Now take away EBT cards, welfare benefits, and social programs...multiply the butchering by an exponential factor to include not only cattle but sheeple as well...and that's what you will have as the "city dwellers" begin to tear the country apart in search of food, heat, and pacification.



sideKahr said:


> Here are a few interesting quotes from the article "Currency Collapse" by Jeff Thomas, detailing the German hyperinflation in the 20s:
> 
> "Most people have no idea what really happens when a currency collapses, let alone how to prepare."
> 
> ...


----------



## Pir8fan (Nov 16, 2012)

Mosinator762x54r said:


> Now take away EBT cards, welfare benefits, and social programs...multiply the butchering by an exponential factor to include not only cattle but sheeple as well...and that's what you will have as the "city dwellers" begin to tear the country apart in search of food, heat, and pacification.


Exactly.

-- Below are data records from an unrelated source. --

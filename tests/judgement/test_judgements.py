"""Each judgement speaks of a run that has its fault, with figure and limit, and of no other."""

from __future__ import annotations

import math
from pathlib import Path
from typing import Any

import pytest

from driftwell.constants import ATOMIC_MASS
from driftwell.judgement import Finding, judged
from tests.running import carried_out, points, species

ION = {"ion": species(40.0 * ATOMIC_MASS)}
WELL = {
    "name": "well",
    "kind": "static-quadrupole",
    "axial_frequency": {"species": "ion", "value": "100 kHz"},
}
OFF = {"method": "off"}
REMEDIES = (
    " = ",
    "stepping.step",
    "seeds",
    "longer",
    "Make",
    "Give",
    "Look",
    "Be sure",
    "Move",
    "`",
)
"""One of these is in every remedy: a key, or what else to do."""


def ball(count: int, radius: str = "0.1 mm", **keys: Any) -> dict[str, Any]:
    """A cloud of ions in a ball."""
    return {
        "name": "load",
        "species": "ion",
        "count": count,
        "shape": {"kind": "ball", "radius": radius},
        **keys,
    }


def ask(kind: str, **keys: Any) -> dict[str, Any]:
    """A question of the cloud."""
    return {"name": "asked", "ask": kind, "of": "load", **keys}


def findings(folder: Path, duration: float, **sections: Any) -> dict[str, Finding]:
    """What is said of a run of ions, by name."""
    found = judged(carried_out(folder, duration, **{"species": ION, **sections}))
    for each in found:
        assert each.words in each.sentence
        assert each.sentence.endswith((".", ")."))
        assert any(word in each.remedy for word in REMEDIES), each.remedy
    return {each.name: each for each in found}


def along(step: str) -> dict[str, Any]:
    """One ion that swings along z, followed with a step."""
    return {
        "cloud": [points("load", "ion", [[0.0, 0.0, 1e-4]])],
        "field": [WELL],
        "coulomb": OFF,
        "stepping": {"step": step},
    }


def test_a_good_run_is_silent(tmp_path: Path) -> None:
    loaded = ball(50, motion={"temperature": "300 K"})
    asked = [ask("rms-size", axis="x"), ask("temperature") | {"name": "heat"}]
    assert {} == findings(tmp_path, 1e-6, cloud=[loaded], question=asked)


def test_a_step_is_held_against_the_fields_fastest_motion(tmp_path: Path) -> None:
    found = findings(tmp_path, 1e-4, **along("1 us"))["step against the fastest motion"]
    assert 10.0 == pytest.approx(found.figure, rel=1e-9, abs=0.0)
    assert 20.0 == found.limit
    assert "axial" in found.words
    assert 'stepping.step = "500 ns"' in found.remedy
    assert {} == findings(tmp_path, 1e-4, **along("200 ns"))


def test_a_dense_cloud_with_a_long_step_is_told_by_its_pairs_and_its_account(
    tmp_path: Path,
) -> None:
    magnet = {"name": "magnet", "kind": "uniform-magnetic", "strength": "2 T"}
    packed = {"cloud": [ball(40, "20 um")], "field": [WELL, magnet]}
    found = findings(tmp_path, 20e-6, **packed, stepping={"step": "100 ns"})
    assert found["account of energy"].grave
    assert found["step against close pairs"].figure > 0.1
    assert {} == findings(tmp_path, 2e-6, **packed, stepping={"step": "1 ns"})


def test_charges_that_stand_for_many_heat_each_other(tmp_path: Path) -> None:
    """Few heavy charges let go at rest: what heat they have is that of their graininess."""
    asked = [ask("temperature")]
    heavy = ball(60, weight=1e5)
    found = findings(tmp_path, 1e-6, cloud=[heavy], question=asked)
    told = found["charges that stand for many"]
    assert told.figure > told.limit
    assert "cloud.load.count = " in told.remedy
    light = ball(60, motion={"temperature": "300 K"})
    assert {} == findings(tmp_path, 1e-6, cloud=[light], question=asked)


def test_a_cloud_thinner_than_its_charges_are_apart_is_told(tmp_path: Path) -> None:
    thin = {"kind": "gaussian", "sigma": ["0.1 mm", "0.1 mm", "1 um"]}
    loaded = ball(100, weight=1e4, shape=thin)
    told = findings(tmp_path, 1e-6, cloud=[loaded])["fineness of the charges' own field"]
    assert 1.0 == told.limit
    assert "cloud.load.count" in told.remedy or "coulomb.softening" in told.remedy
    blunt = findings(tmp_path, 1e-5, cloud=[ball(100)], coulomb={"softening": "0.1 mm"})
    apart = 0.1e-3 / 100.0 ** (1.0 / 3.0)
    told = blunt["softening of single charges"]
    assert 1e-4 / apart == pytest.approx(told.figure, rel=0.15, abs=0.0)  # a draw of 100


def test_charges_that_touch_a_wall_at_once_are_told(tmp_path: Path) -> None:
    bore = {"name": "bore", "kind": "cylinder", "radius": "0.1001 mm"}
    hot = ball(100, motion={"temperature": "1e4 K"})
    lost = {"coulomb": OFF, "stepping": {"step": "1 ns"}, "ending": "all lost"}
    found = findings(tmp_path, 1e-6, cloud=[hot], wall=[bore], **lost)
    told = found["charges lost at once"]
    assert '"bore"' in told.remedy
    assert told.figure > 0.02


FLIGHT = {
    "detector": [{"name": "screen", "kind": "plane", "at": ["0 mm", "0 mm", "2 mm"]}],
    "coulomb": OFF,
}


def test_a_detector_few_charges_reach_is_told_with_the_reason(tmp_path: Path) -> None:
    """In 1 us ions of 1 km/s do not get there; in 4 us all do, and 12 are too few for a width."""
    cloud = ball(12, motion={"velocity": ["0 m/s", "0 m/s", "1 km/s"]})
    late = {"name": "spread", "ask": "arrival-time", "of": "screen", "statistic": "rms"}
    early = findings(tmp_path, 1e-6, cloud=[cloud], question=[late], **FLIGHT)["starved detector"]
    assert (0.0, 30.0) == (early.figure, early.limit)
    assert 'set duration = "2 us"' in early.remedy
    found = findings(tmp_path, 4e-6, cloud=[cloud], question=[late], **FLIGHT)["starved detector"]
    assert 12.0 == found.figure
    assert "seeds" in found.remedy
    mean = {"name": "mean", "ask": "arrival-time", "of": "screen"}
    assert {} == findings(tmp_path, 4e-6, cloud=[cloud], question=[mean], **FLIGHT)


def test_a_part_that_few_charges_decide_is_told(tmp_path: Path) -> None:
    rows = [[0.0, 0.0, 0.0]] * 50
    speeds = [[0.0, 0.0, 1e3 if k else -1e3] for k in range(50)]
    places = [[1e-5 * k, 0.0, 0.0] for k, _ in enumerate(rows)]
    cloud = points("load", "ion", places, speeds)
    part = {"name": "part", "ask": "fraction-through", "of": "screen", "cloud": "load"}
    found = findings(tmp_path, 4e-6, cloud=[cloud], question=[part], **FLIGHT)["rare outcome"]
    assert (1.0, 10.0) == (found.figure, found.limit)
    assert "that did not" in found.words


def test_a_window_in_which_the_value_changes_is_told(tmp_path: Path) -> None:
    """Of ions set free together the fast ones come first, those of one speed in any order."""
    asked = {"name": "energy", "ask": "arrival-energy", "of": "screen", "over": ["1 us", "4 us"]}
    hot = ball(
        100,
        motion={"temperature": ["0 K", "0 K", "5000 K"], "velocity": ["0 m/s", "0 m/s", "1 km/s"]},
    )
    told = findings(tmp_path, 4e-6, cloud=[hot], question=[asked], **FLIGHT)["window not settled"]
    assert told.figure > told.limit == 4.0
    assert 'from "4 us" to "7 us"' in told.remedy
    even = ball(100, motion={"velocity": ["0 m/s", "0 m/s", "1 km/s"]})
    asked["over"] = ["1.9 us", "2.1 us"]
    assert {} == findings(tmp_path, 4e-6, cloud=[even], question=[asked], **FLIGHT)


def test_a_swing_of_all_does_not_hide_that_the_charges_own_energy_has_drifted(
    tmp_path: Path,
) -> None:
    """A packed ball swings 5 mm to and fro: against that motion its open account looks small."""
    magnet = {"name": "magnet", "kind": "uniform-magnetic", "strength": "2 T"}
    shape = {"kind": "ball", "radius": "20 um", "centre": ["0 mm", "0 mm", "5 mm"]}
    swinging = {
        "cloud": [ball(40, shape=shape)],
        "field": [WELL, magnet],
        "record": {"every": "1 us"},
    }
    found = findings(tmp_path, 20e-6, **swinging, stepping={"step": "100 ns"})
    assert "account of energy" not in found
    assert found["drift of the energy"].figure > 0.05
    assert "stepping.step" in found["drift of the energy"].remedy
    assert "drift of the energy" not in findings(
        tmp_path, 5e-6, **swinging, stepping={"step": "2 ns"}
    )


def test_a_line_that_coarse_samples_fold_down_is_told(tmp_path: Path) -> None:
    """100 kHz sampled every 9 us is seen at 11.1 kHz."""
    line = ask("frequency", axis="z", every="9 us")
    found = findings(tmp_path, 2e-3, **along("0.1 us"), question=[line])["trace too coarse"]
    assert 0.9 == pytest.approx(found.figure, rel=1e-9, abs=0.0)
    assert "samples every 9 us" in found.words
    line["every"] = "1 us"
    assert {} == findings(tmp_path, 2e-3, **along("0.1 us"), question=[line])


def test_a_process_that_meets_nobody_is_told(tmp_path: Path) -> None:
    gas = {
        "name": "gas",
        "kind": "gas-collisions",
        "mass": "4 u",
        "pressure": "1e-9 Pa",
        "collision": {"kind": "hard-sphere", "cross_section": "1e-18 m^2"},
    }
    found = findings(tmp_path, 1e-6, cloud=[ball(10)], process=[gas], coulomb=OFF)
    assert "process.gas" in found["process that did nothing"].remedy


def test_images_in_a_tube_of_metal_are_told(tmp_path: Path) -> None:
    bore = {"name": "bore", "kind": "cylinder", "radius": "0.15 mm"}
    heavy = ball(200, weight=100)
    found = findings(tmp_path, 1e-7, cloud=[heavy], wall=[bore])
    assert {"images left out"} == set(found)
    assert '"bore", if it is of metal' in found["images left out"].words
    bore["radius"] = "5 mm"
    assert {} == findings(tmp_path, 1e-7, cloud=[heavy], wall=[bore])


def test_fast_charges_are_told_with_the_key_that_mends_it(tmp_path: Path) -> None:
    """30 keV electrons: beta^2 = 1 - 1/(1 + 30/511)^2."""
    pulse = ball(20, motion={"kinetic_energy": "30 keV"}) | {"species": "electron"}
    plain = {"frame": "laboratory"}
    told = findings(tmp_path, 1e-11, cloud=[pulse], coulomb=plain)["fast charges summed as at rest"]
    gamma = 1.0 + 30.0 / 510.99895
    assert 1.0 - gamma**-2 == pytest.approx(told.figure, rel=1e-3, abs=0.0)
    assert told.told
    assert 'coulomb.frame = "bunch"' in told.remedy
    assert {} == findings(tmp_path, 1e-11, cloud=[pulse])


def test_gas_is_told_of_where_ions_fly_for_seconds(tmp_path: Path) -> None:
    """Capture by nitrogen, k_L = 2 pi e (K alpha/mu)^(1/2), at 1e-6 Pa for 10 s."""
    lone = {"cloud": [points("load", "ion", [[0.0, 0.0, 0.0]])], "coulomb": OFF}
    told = findings(tmp_path, 10.0, **lone)["gas left out"]
    reduced = 40.0 * 28.0 / 68.0 * ATOMIC_MASS
    capture = 2.0 * math.pi * 1.602176634e-19 * math.sqrt(8.9875517862e9 * 1.74e-30 / reduced)
    density = 1e-6 / (1.380649e-23 * 300.0)
    assert 10.0 * density * capture * 56.0 / 68.0 == pytest.approx(told.figure, rel=1e-6, abs=0.0)
    assert {} == findings(tmp_path, 0.1, **lone)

It took some time for Post WW1 Germany to fall into chaos. Take away all of the things you mentioned and the S will HTF if just a few days.


----------



## 1skrewsloose (Jun 3, 2013)

This is commonly referred to as "When all hell breaks loose". I Don't cherish the thought!


----------



## budgetprepp-n (Apr 7, 2013)

sideKahr said:


> Here are a few interesting quotes from the article "Currency Collapse" by Jeff Thomas, detailing the German hyperinflation in the 20s:
> 
> "Most people have no idea what really happens when a currency collapses, let alone how to prepare."
> 
> ...


Your right,,,,, Can you Imagine what the inner city's will be like when they find out the 
EBT cards will not be refilled and the checks aren't in the mail? After all,, They are entitled to it.


----------



## Maine-Marine (Mar 7, 2014)

I think that we will see a worldwide currency collapse, lots of chaos that will last months - and then a "white knight" leader that pulls people together will come onto the scene


----------



## sideKahr (Oct 15, 2014)

Maine-Marine said:


> I think that we will see a worldwide currency collapse, lots of chaos that will last months - and then a "white knight" leader that pulls people together will come onto the scene


Let's hope he doesn't ride a pale horse.


----------



## rice paddy daddy (Jul 17, 2012)

All that, plus the shutting off of the illegal drug spigot, will cause some extraordinary times.
Add to that the prescription drugs used to treat mental illness suddenly becoming unavailable.


----------



## ReignMan (Nov 13, 2015)

rice paddy daddy said:


> Add to that the prescription drugs used to treat mental illness suddenly becoming unavailable.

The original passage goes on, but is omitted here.